* [PROMPT]: Using the listing below, determine the count of lines with the word "toContain" and reply only with it.
===== SUPPLIED MATERIAL =====
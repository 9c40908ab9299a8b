import { describe, expect, it } from 'vitest';
import { listProfiles } from '@shared/catalog/profiles';
import { run } from '../../scripts/calc/profiles';
import { calcCli } from './calc-helpers';

describe('calc profiles', () => {
  it('returns the catalogue ids as an array of strings', async () => {
    const ids = await run([]);
    expect(ids).toEqual(listProfiles().map((p) => p.id));
    expect(ids).toContain('40x40-s8');
    expect(ids).toContain('1.5x3');
  });

  it('rejects arguments', async () => {
    await expect(run(['extra'])).rejects.toThrow(/profiles/);
  });

  it('prints JSON on stdout from the command line', () => {
    const r = calcCli(['profiles']);
    expect(r.code).toBe(0);
    expect(JSON.parse(r.stdout)).toEqual(listProfiles().map((p) => p.id));
  }, 60_000); // spawns node processes on a shared machine
});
=====
* [EXERCISE OUTPUT]: 2